I've observed that those who remain technologically ignorant often simply lack the curiosity or initiative to go through the effort of exploring and potentially breaking things. I raise this point because if a child doesn't have their curiosity nourished but is treated negatively for having it, then it may lead to a life that avoids it. And in my opinion, the knowledge gained isn't as rewarding but is more tasking and merely procedural. Please nourish curiosity within children, others, and yourself — for awe and wonder are a beautiful thing.
Having a master at a profession teach you from the beginning proper technique, and the direction on how to properly move forward can save you a great deal of time to avoid forming bad habits, provide a clear understanding each step of the way and model you after their own mastery of ability. In education, a 1:1 well-qualified teacher to student ratio provides the best possibility for growth and progress of the student. The more the teacher's attention is divided among others, the less the quality of growth. Each person learns best via different ways so merely providing the same curriculum neglects aspects of how the individual student best learns.

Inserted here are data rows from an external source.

START_TEST(scaled_shape_is_the_load_scale)
{
    char *t = shapes_text("time,steady", 8, 900, point_seven, 1);
    series_equals_snapshot(IEEE13, t, 8, 0.7);
    free(t);
}
END_TEST

/* ---- statistics on a hand-made bus whose VUF is set exactly:
 * Va = 1 + x, Vb = a^2 + x a, Vc = a + x a^2 has V1 = 1, V2 = x, V0 = 0. */

typedef struct {
    kl_feeder f;
    kl_bus bus;
    kl_flow_result res;
    kl_complex v[3];
    double base;
    int phases;
} one_bus;

static void one_bus_init(one_bus *o)
{
    memset(o, 0, sizeof *o);
    o->bus.name = "b1";
    o->bus.phases = KL_PH_ABC;
    o->f.buses = &o->bus;
    o->f.nbuses = 1;
    o->base = 1.0;
    o->phases = KL_PH_ABC;
    o->res.nbuses = 1;
    o->res.v = o->v;
    o->res.v_base_ln = &o->base;
    o->res.phases = &o->phases;
}

static void one_bus_vuf(one_bus *o, double x)
{
    kl_complex a = cexp(I * 2 * M_PI / 3);
    o->v[0] = 1 + x;
    o->v[1] = a * a + x * a;
    o->v[2] = a + x * a * a;
}

static kl_series_stats *stats_for(one_bus *o)
{
    kl_series_options so;
    kl_series_stats *s;
    kl_series_options_default(&so);
    ck_assert_int_eq(kl_series_stats_alloc(&o->f, &so, 0, &s), KL_OK);
    return s;
}

static kl_time T0(void)
{
    return c_timegm(2026, 7, 6, 0, 0, 0);
}

/* IEC 61000-4-30 5.7.2: the 10-minute value is sqrt(mean of squares).
 * One-minute values alternating 1 % and 3 %: sqrt((1 + 9) / 2) = sqrt(5) %. */
START_TEST(ten_minute_value_is_the_rms_of_the_minutes)
{
    one_bus o;
    one_bus_init(&o);
    kl_limits lim;
    kl_limits_default(&lim);
    kl_series_stats *s = stats_for(&o);
    for (int i = 0; i < 60; i++) {
        one_bus_vuf(&o, i % 2 ? 0.03 : 0.01);
        kl_series_stats_step(s, &o.f, T0() + 60 * i, 60, &o.res, &lim, NULL);
    }
    kl_series_stats_finish(s);
    ck_assert_int_eq(s->n10[0], 6);
    ck_assert_double_eq_tol(s->vuf10_max[0], sqrt(5e-4), 1e-12);
    ck_assert_double_eq_tol(s->vuf_max[0], 0.03, 1e-12);
    ck_assert_double_eq_tol(s->vuf_mean[0], 0.02, 1e-12);
    /* 10-minute values of sqrt(5) % all over the 2 % limit; 30 min of 3 % steps */
    ck_assert_int_eq(s->n10_over[0], 6);
    ck_assert_double_eq_tol(s->vuf_over_s[0], 1800, 1e-9);
    kl_series_stats_free(s);

    /* 15-minute steps straddle the 10-minute marks: a step of 0 then one of
     * 4 %: the interval 10-20 min holds 5 min of 0 and 5 of 4 %: sqrt(8) % */
    s = stats_for(&o);
    one_bus_vuf(&o, 0.0);
    kl_series_stats_step(s, &o.f, T0(), 900, &o.res, &lim, NULL);
    one_bus_vuf(&o, 0.04);
    kl_series_stats_step(s, &o.f, T0() + 900, 900, &o.res, &lim, NULL);
    kl_series_stats_finish(s);
    ck_assert_int_eq(s->n10[0], 3);
    ck_assert_double_eq_tol(s->vuf10_max[0], 0.04, 1e-12);
    ck_assert_int_eq(s->n10_over[0], 2); /* sqrt(8) % and 4 % */
    kl_series_stats_free(s);

    /* a series starting off the mark (00:05): the clock's intervals, the
     * first one holding 5 minutes */
    s = stats_for(&o);
    for (int i = 0; i < 10; i++) {
        one_bus_vuf(&o, i < 5 ? 0.02 : 0.01);
        kl_series_stats_step(s, &o.f, T0() + 300 + 60 * i, 60, &o.res, &lim, NULL);
    }
    kl_series_stats_finish(s);
    ck_assert_int_eq(s->n10[0], 2);
    ck_assert_double_eq_tol(s->vuf10_max[0], 0.02, 1e-12);
    ck_assert(s->vuf10_max_t[0] == T0());
    kl_series_stats_free(s);
}
END_TEST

Coding schools and boot camps
Code schools and code boot camps have become popular in recent years to quickly onboard new people into software development. The are many reasons why this is but companies like hiring new employees who can work but can also be trained to be made into the image of the kind of employee they want. In other words, the code schools may get you into the workforce much more quickly, but the vision of the company hiring you, and how they choose to train you, is how to best suit their company.
One thing a developer should consider is where they see themselves in their future with this skill… your long term objective for software development. I would encourage all developers who have gone through boot camps to start their career and not stop their own training and learning to master software development. Put regular time each week to study outside of the skills of what the job requires and more in line into what you long term vision for yourself is. The era of having job safety to the point where you can retire and receive a gold watch has mostly passed so your vision should be bigger than this and you should plan for failure as a part of your journey.

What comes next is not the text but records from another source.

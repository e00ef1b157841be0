/* kilter: references by name, resolved after the whole file is read, and the
 * construction fields that depend on them (loader). */
#include <stdio.h>
#include <string.h>
#include "kl_io.h"

typedef struct {
    const char *kind;      /* what is referred to, for the message */
    const char *list;      /* the top-level list it is declared under */
} ref_info;

static const ref_info infos[] = {
    [KL_REF_SOURCE_BUS] = {"bus", "sections"},
    [KL_REF_CABLE_COND] = {"conductor", "conductors"},
    [KL_REF_CABLE_STRAND] = {"conductor", "conductors"},
    [KL_REF_CONS_LAYOUT] = {"layout", "layouts"},
    [KL_REF_CONS_COND] = {"conductor", "conductors"},
    [KL_REF_CONS_CABLE] = {"cable", "cables"},
    [KL_REF_CONS_NEUTRAL0] = {"conductor", "conductors"},
    [KL_REF_CONS_NEUTRAL1] = {"conductor", "conductors"},
    [KL_REF_SEC_CONS] = {"construction", "constructions"},
    [KL_REF_SEC_XF] = {"transformer", "transformers"},
    [KL_REF_SEC_REG] = {"regulator", "regulators"},
    [KL_REF_LOAD_BUS] = {"bus", "sections"},
    [KL_REF_LOAD_SEC] = {"section", "sections"},
    [KL_REF_CAP_BUS] = {"bus", "sections"},
};

/* The field that receives the index, the table to look in, and the label of
 * the referring element. */
static int *ref_target(kl_loader *L, const kl_pending_ref *p, const kl_names **t)
{
    kl_feeder *f = L->f;
    int e = p->elem;
    switch (p->what) {
    case KL_REF_SOURCE_BUS: *t = &L->h_bus; kl_ld_label(L, "source", NULL, -1); return &f->source.bus;
    case KL_REF_CABLE_COND: *t = &L->h_cond; kl_ld_label(L, "cable", f->cables[e].name, e); return &f->cables[e].phase_conductor;
    case KL_REF_CABLE_STRAND: *t = &L->h_cond; kl_ld_label(L, "cable", f->cables[e].name, e); return &f->cables[e].strand_conductor;
    case KL_REF_CONS_LAYOUT: *t = &L->h_layout; break;
    case KL_REF_CONS_COND: *t = &L->h_cond; break;
    case KL_REF_CONS_CABLE: *t = &L->h_cable; break;
    case KL_REF_CONS_NEUTRAL0: *t = &L->h_cond; break;
    case KL_REF_CONS_NEUTRAL1: *t = &L->h_cond; break;
    case KL_REF_SEC_CONS: *t = &L->h_cons; kl_ld_label(L, "section", f->sections[e].name, e); return &f->sections[e].construction;
    case KL_REF_SEC_XF: *t = &L->h_xf; kl_ld_label(L, "section", f->sections[e].name, e); return &f->sections[e].device;
    case KL_REF_SEC_REG: *t = &L->h_reg; kl_ld_label(L, "section", f->sections[e].name, e); return &f->sections[e].device;
    case KL_REF_LOAD_BUS: *t = &L->h_bus; kl_ld_label(L, "load", f->loads[e].name, e); return &f->loads[e].bus;
    case KL_REF_LOAD_SEC: *t = &L->h_sec; kl_ld_label(L, "load", f->loads[e].name, e); return &f->loads[e].section;
    case KL_REF_CAP_BUS: *t = &L->h_bus; kl_ld_label(L, "capacitor", f->capacitors[e].name, e); return &f->capacitors[e].bus;
    default: return NULL;
    }
    kl_ld_label(L, "construction", f->constructions[e].name, e);
    switch (p->what) {
    case KL_REF_CONS_LAYOUT: return &f->constructions[e].layout;
    case KL_REF_CONS_COND: return &f->constructions[e].phase_conductor;
    case KL_REF_CONS_CABLE: return &f->constructions[e].cable;
    case KL_REF_CONS_NEUTRAL0: return &f->constructions[e].neutral_conductor[0];
    default: return &f->constructions[e].neutral_conductor[1];
    }
}

/* The closest known name, when the table is small enough to scan; the
 * shortest of equally close ones, the first in kl_names_scan_order's order. */
static const char *closest(kl_loader *L, const kl_names *t, const char *name)
{
    const char *best = NULL;
    int order[2000], n, i;
    if (t->count > 2000)
        return NULL;
    n = kl_names_scan_order(t, order);
    if (n < 0)
        L->nomem = 1;
    for (i = 0; i < n; i++) {
        const char *cand[2] = {kl_names_name(t, order[i]), NULL};
        if (kl_ld_suggest(name, cand, 1) == 0)
            if (!best || strlen(cand[0]) < strlen(best))
                best = cand[0];
    }
    return best;
}

static void resolve_one(kl_loader *L, const kl_pending_ref *p)
{
    const kl_names *t = NULL;
    int *target = ref_target(L, p, &t), i;
    const char *near;
    if (!target)
        return;
    i = kl_names_find(t, p->name, strlen(p->name));
    *target = i;
    if (i >= 0)
        return;
    near = closest(L, t, p->name);
    if (near)
        kl_ld_error_at(L, p->loc.line, p->loc.col, "unknown %s '%s': did you mean '%s'?",
                       infos[p->what].kind, p->name, near);
    else if (t == &L->h_bus)
        kl_ld_error_at(L, p->loc.line, p->loc.col, "unknown bus '%s': no section or buses: entry names it; "
                       "check the spelling", p->name);
    else
        kl_ld_error_at(L, p->loc.line, p->loc.col, "unknown %s '%s': declare it under '%s:' or fix the name",
                       infos[p->what].kind, p->name, infos[p->what].list);
}

static int wire_index(const kl_layout *la, const char *id)
{
    int w;
    for (w = 0; w < la->nwires; w++)
        if (strcmp(la->wire[w], id) == 0)
            return w;
    return -1;
}

/* Phase and neutral position ids against the layout's positions. */
static void cons_wires(kl_loader *L, kl_construction *c, const kl_cons_pos *cp)
{
    const kl_layout *la = &L->f->layouts[c->layout];
    int k, used = 0;
    for (k = 0; k < 3 + KL_MAX_NEUTRALS; k++) {
        int w;
        char ids[KL_MAX_WIRES * 24] = "";
        if (!cp->pos[k])
            continue;
        w = wire_index(la, cp->pos[k]);
        if (w < 0) {
            int j;
            for (j = 0; j < la->nwires; j++)
                snprintf(ids + strlen(ids), sizeof ids - strlen(ids), "%s'%.16s'", j ? ", " : "", la->wire[j]);
            kl_ld_error_at(L, cp->loc[k].line, cp->loc[k].col, "position '%s' is not in layout '%s' "
                           "(its positions are %s)", cp->pos[k], la->name ? la->name : "?", ids);
            continue;
        }
        if (used >> w & 1)
            kl_ld_error_at(L, cp->loc[k].line, cp->loc[k].col, "position '%s' is used twice in this construction",
                           cp->pos[k]);
        used |= 1 << w;
        if (k < 3)
            c->phase_wire[k] = w;
        else
            c->neutral_wire[k - 3] = w;
    }
}

/* Ampacities come from the conductors and cables the construction uses; a
 * concentric neutral carries strands x one strand's ampacity. */
static void cons_ampacity(kl_feeder *f, kl_construction *c)
{
    if (c->kind == KL_CONS_OVERHEAD && c->phase_conductor >= 0) {
        c->ampacity_a = f->conductors[c->phase_conductor].ampacity_a;
        c->emergency_ampacity_a = f->conductors[c->phase_conductor].emergency_ampacity_a;
    }
    if (c->kind == KL_CONS_CABLE && c->cable >= 0) {
        const kl_cable *cb = &f->cables[c->cable];
        c->ampacity_a = cb->ampacity_a;
        c->emergency_ampacity_a = cb->emergency_ampacity_a;
        if (c->ampacity_a == 0.0 && cb->phase_conductor >= 0) {
            c->ampacity_a = f->conductors[cb->phase_conductor].ampacity_a;
            c->emergency_ampacity_a = f->conductors[cb->phase_conductor].emergency_ampacity_a;
        }
        if (cb->kind == KL_CABLE_CONCENTRIC && cb->strand_conductor >= 0)
            c->neutral_ampacity_a = cb->strands * f->conductors[cb->strand_conductor].ampacity_a;
    }
    if (c->nneutrals > 0 && c->neutral_conductor[0] >= 0)
        c->neutral_ampacity_a += f->conductors[c->neutral_conductor[0]].ampacity_a;
}

static void finish_constructions(kl_loader *L)
{
    kl_feeder *f = L->f;
    int i;
    for (i = 0; i < f->nconstructions; i++) {
        kl_construction *c = &f->constructions[i];
        if (c->earth_resistivity_ohm_m <= 0)
            c->earth_resistivity_ohm_m = f->earth_resistivity_ohm_m;
        kl_ld_label(L, "construction", c->name, i);
        if (c->kind != KL_CONS_MATRIX && c->layout >= 0)
            cons_wires(L, c, &L->cons_pos[i]);
        if (c->kind != KL_CONS_MATRIX)
            cons_ampacity(f, c);
    }
}

/* A line's phases: those written on the section, which must be a subset of
 * its construction's, or else the construction's. */
static void section_phases(kl_loader *L)
{
    kl_feeder *f = L->f;
    int i;
    for (i = 0; i < f->nsections; i++) {
        kl_section *s = &f->sections[i];
        int given = L->sec_phases_given[i], has = 0;
        char b1[4], b2[4];
        if (s->kind == KL_SEC_LINE && s->construction >= 0)
            has = f->constructions[s->construction].phases;
        else if (s->kind == KL_SEC_REGULATOR && s->device >= 0)
            has = f->regulators[s->device].conn == KL_REG_OPEN_DELTA ? KL_PH_ABC
                                                                     : f->regulators[s->device].phases;
        if (s->kind == KL_SEC_REGULATOR && s->device >= 0 && given && given != KL_PH_ABC
            && f->regulators[s->device].conn == KL_REG_OPEN_DELTA) {
            kl_ld_label(L, "section", s->name, i);
            kl_ld_error_at(L, s->loc.line, s->loc.col, "an open-delta regulator passes all three "
                           "phases; leave 'phases' out or write 'abc' (its units are named in "
                           "the regulator's 'units')");
        }
        s->phases = (uint8_t)(given ? given : has); /* phase masks, 0-7 */
        if (given && has && (given & ~has)) {
            kl_ld_label(L, "section", s->name, i);
            kl_ld_error_at(L, s->loc.line, s->loc.col, "phases '%s' are not all in its %s '%s' (which has %s): "
                           "use a subset or another %s", kl_phases_str(given, b1),
                           s->kind == KL_SEC_LINE ? "construction" : "regulator",
                           s->kind == KL_SEC_LINE ? f->constructions[s->construction].name
                                                  : f->regulators[s->device].name,
                           kl_phases_str(has, b2), s->kind == KL_SEC_LINE ? "construction" : "regulator");
        }
    }
}

void kl_ld_resolve(kl_loader *L)
{
    int i;
    for (i = 0; i < L->npending; i++)
        resolve_one(L, &L->pending[i]);
    finish_constructions(L);
    section_phases(L);
}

There is an incredible number of online videos and courses that can make choosing one over the other confusing. With online video courses, I would advise caution towards some. What you should be aware of is that there are many courses made by people who aren't the experienced professionals you would like to model yourself after. Also, consider this -- the rating systems in place for many of these educational programs are rated by the amateurs and how rewarded they feel by the course. They're not rated by those wiser and more experienced programmers who know the greater difficulties you may come across with such teaching. At the same time, if you're not able to confer with the person teaching the material when you don't understand something, then this can be a problem. Even for great programming masters, if they don't have ample experience teaching, once you're far along in the journey of mastering programming, you simply don't remember the kind of things beginners don't know or understand. So experienced teachers who spend time understanding where their students are at are much more preferred. If you can find training that has been well “vetted” by people you trust in this aspect, these would be better considerations.
From intermediate experience
At the intermediate level, you are a somewhat capable programmer. From here your growth needs to encompass:
Continuing to learn new things such as other programming languages
Improving your efficiency with what you already do
Continue to learn and master design patterns
Being a part of the local, and online, programming community.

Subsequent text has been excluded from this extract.